From U.S. NEWS
Larry Flynt, Video Games and the Potential Fallout of Net Neutrality
Businesses using online video and streaming downloads have the highest stakes in the regulation debate.
The adult entertainment industry has much at stake in the net neutrality debate, says Hustler Magazine owner Larry Flynt.
Net neutrality continues to stir major controversy over how – or whether – the Federal Communications Commission should draft rules for equal treatment of online traffic, but some businesses might be in trouble no matter what happens.
FCC Chairman Tom Wheeler’s proposed rules regarding net neutrality – the concept that all traffic is created equal and every website should have the same chance to compete without being slowed, blocked or disadvantaged by Internet providers – have generated more than 1 million public comments, in part out of fear that the proposal would enable Internet service providers to charge for faster online speeds.
Wheeler’s rules aim to prevent anti-competitive blocking or slowing of Web traffic.
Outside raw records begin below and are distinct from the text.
import { Button, Callout, Flex } from '@radix-ui/themes';
import { describeRefresh, useFigureLiveRefresh } from '../api/figures';

/**
 * Keeps the notebook's figures following new series versions, and says so:
 * "DIC 0–100 m has a new version (v3); 2 figures and 1 number updated".
 * Mount once on the notebook page.
 */
export function FigureRefreshNotice({ notebookId }: { notebookId: string }) {
  const { notice, dismiss } = useFigureLiveRefresh(notebookId);
  if (!notice) return null;
  return (
    <Callout.Root size="1" color="teal" role="status" className="upwell-refresh-notice">
      <Flex align="center" gap="3" justify="between">
        <Callout.Text>{describeRefresh(notice)}.</Callout.Text>
        <Button size="1" variant="ghost" onClick={dismiss} aria-label="Dismiss the update notice">
          Dismiss
        </Button>
      </Flex>
    </Callout.Root>
  );
}
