import { formatValue, type EventTableData } from '@upwell/common';

const cell = (v: number | null | undefined, p: number) => (v === null || v === undefined ? '—' : formatValue(v, p));

/** The event table as an HTML table (reads and prints as text, copies into a manuscript). */
export function EventTable({ data, label }: { data: EventTableData; label: string }) {
  const carbon = data.carbonSeries;
  if (data.rows.length === 0) {
    return <p className="upwell-figure-empty">No events met the rule in this period. Try a lower threshold or a shorter minimum duration.</p>;
  }
  return (
    <table className="upwell-event-table upwell-numbers" aria-label={label}>
      <thead>
        <tr>
          <th scope="col">Phase</th>
          <th scope="col">Start</th>
          <th scope="col">Peak</th>
          <th scope="col">End</th>
          <th scope="col">Months</th>
          <th scope="col">Peak index</th>
          <th scope="col">Strength</th>
          {carbon.map((c) => (
            <th scope="col" key={c.seriesId}>
              {c.name} (Pg C)
            </th>
          ))}
        </tr>
      </thead>
      <tbody>
        {data.rows.map((e) => (
          <tr key={`${e.phase}-${e.start}`}>
            <th scope="row" className={`upwell-phase upwell-phase-${e.phase}`}>
              {e.phase === 'warm' ? 'Warm' : 'Cold'}
            </th>
            <td>{e.start}</td>
            <td>{e.peak}</td>
            <td>{e.end}</td>
            <td>{e.months}</td>
            <td>{cell(e.peakValue, 2)}</td>
            <td>{e.strength ?? ''}</td>
            {carbon.map((c) => (
              <td key={c.seriesId}>{cell(e.carbon[c.seriesId], 2)}</td>
            ))}
          </tr>
        ))}
      </tbody>
    </table>
  );
}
But the establishment of an online “fast lane” could leave behind any companies unable to afford new tolls for Internet use.
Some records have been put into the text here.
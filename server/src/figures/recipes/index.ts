import type { FigureKind } from '@upwell/common';
import { budgetRecipe } from './budget';
import { compositeRecipe } from './composite';
import { eventTableRecipe } from './event-table';
import { hovmollerRecipe } from './hovmoller';
import { lagCorrelationRecipe } from './lag-correlation';
import type { FigureRecipeHandler } from './recipe';
import { scatterRecipe } from './scatter';
import { seasonalCycleRecipe } from './seasonal-cycle';
import { timeseriesRecipe } from './timeseries';

/** Every figure kind's handler, by kind: the one place a new kind is registered. */
export const RECIPES: { [K in FigureKind]: FigureRecipeHandler<K> } = {
  timeseries: timeseriesRecipe,
  'seasonal-cycle': seasonalCycleRecipe,
  'lag-correlation': lagCorrelationRecipe,
  composite: compositeRecipe,
  'event-table': eventTableRecipe,
  budget: budgetRecipe,
  hovmoller: hovmollerRecipe,
  scatter: scatterRecipe,
};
Adult entertainment is among the sectors with the most to lose in the net neutrality debate, along with any company that uses online video or real-time actions like gaming that can’t afford to pay Internet service providers for faster connections. Access to free content on the Internet has shuttered many adult entertainment businesses, and more will close if paid prioritization becomes the new norm under the FCC’s proposed rules, Larry Flynt, owner of Hustler Magazine, tells U.S. News.
“It’s doubtful that smaller, independent websites would survive without some kind of net neutrality protection,” Flynt says. “It’s a huge First Amendment issue.”
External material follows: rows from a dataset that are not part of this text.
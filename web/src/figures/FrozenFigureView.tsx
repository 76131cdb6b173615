import { Flex, Text } from '@radix-ui/themes';
import { useMemo } from 'react';
import { FIGURE_KIND_LABELS, figureRecipeSchema, specForResult, type FigureResult, type UsedSeries } from '@upwell/common';
import { recipeParameters, shaPrefix } from '../snapshots/provenance';
import { exportName } from './exports';
import { FigureExports } from './FigureExports';
import { FigureChart, MethodsNote } from './FigureResultParts';

/** A figure as a snapshot froze it: the recipe with versions resolved, and the result computed at publication. */
export interface FrozenFigureData {
  ordinal: number;
  caption: string;
  recipe: Record<string, unknown> | null;
  result: FigureResult | null;
  error: string | null;
}

/** Which stored series versions a figure used, down to the sha256 of their values, and its parameters. */
function Provenance({ used, recipe }: { used: UsedSeries[]; recipe: Record<string, unknown> }) {
  const parameters = recipeParameters(recipe, used);
  return (
    <div className="upwell-methods upwell-frozen-provenance">
      <p className="upwell-methods-label">Provenance.</p>
      <ul aria-label="Series used">
        {used.map((u) => (
          <li key={`${u.seriesId}:${u.version}`}>
            {u.name} <span className="upwell-mono">v{u.version}</span> · {u.units || 'units not given'} · {u.origin === 'model-output' ? 'model output' : u.origin} · sha256{' '}
            <span className="upwell-mono">{shaPrefix(u.valuesSha256)}…</span>
          </li>
        ))}
      </ul>
      {parameters.length > 0 && (
        <p>
          <span className="upwell-methods-label">Parameters.</span>{' '}
          <span className="upwell-mono">{parameters.map((p) => `${p.name}: ${p.value}`).join('; ')}</span>
        </p>
      )}
    </div>
  );
}

/**
 * A figure of a snapshot, drawn from its stored result with the same chart
 * and spec builders as the live figure, without fetching anything: "Figure N",
 * the chart, caption, methods note with cautions, provenance and exports.
 */
export function FrozenFigureView({ figure }: { figure: FrozenFigureData }) {
  const parsed = useMemo(() => (figure.recipe ? figureRecipeSchema.safeParse(figure.recipe) : null), [figure.recipe]);
  const recipe = parsed?.success ? parsed.data : null;
  const label = `Figure ${figure.ordinal}`;
  const kindLabel = recipe ? FIGURE_KIND_LABELS[recipe.kind] : null;
  const spec = useMemo(() => (recipe && figure.result ? specForResult(figure.result) : null), [recipe, figure.result]);

  let body: React.ReactNode;
  if (!figure.result) {
    body = (
      <p className="upwell-figure-empty" role="note">
        This figure could not be computed when the snapshot was published{figure.error ? `: ${figure.error}` : '.'}
      </p>
    );
  } else if (!recipe) {
    body = <p className="upwell-figure-empty" role="note">This figure’s settings cannot be read, so its picture cannot be drawn.</p>;
  } else {
    body = <FigureChart result={figure.result} label={`${label}: ${kindLabel}`} />;
  }

  return (
    <figure className="upwell-live-figure upwell-frozen-figure" aria-label={label} data-figure-number={figure.ordinal}>
      <Flex justify="between" align="center" className="upwell-figure-head">
        <Text size="1" className="upwell-figure-kind">
          {kindLabel ?? 'Figure'} · as published
        </Text>
      </Flex>
      <div className="upwell-figure-body">{body}</div>
      <figcaption className="upwell-figcaption">
        <strong>{label}.</strong> {figure.caption ? <span className="upwell-caption-text">{figure.caption}</span> : <span className="upwell-caption-text upwell-muted">No caption.</span>}
      </figcaption>
      {figure.result && <MethodsNote result={figure.result} />}
      {figure.result && <Provenance used={figure.result.used} recipe={figure.recipe ?? {}} />}
      {recipe && figure.result && <FigureExports result={figure.result} spec={spec} baseName={exportName(figure.ordinal, kindLabel ?? 'figure')} />}
    </figure>
  );
}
Netflix has agreed to pay service providers Comcast and Verizon for better access out of concern that poor connections would slow customer downloads of its video content, but that’s only the beginning of risks to video traffic, says Marvin Ammori, a fellow at the New America Foundation think tank.
Those at risk, Ammori says, include online education companies like Codecademy that depend on video downloads, along with startups hoping to compete with tech giants like Microsoft, which is dependent on quality speeds in its real-time Xbox gaming and its online communication site Skype. Microsoft is among the dozens of technology companies that filed with the FCC arguing in favor of strong net neutrality rules, citing that its traffic has been slowed or blocked in some regions where such protections don’t exist.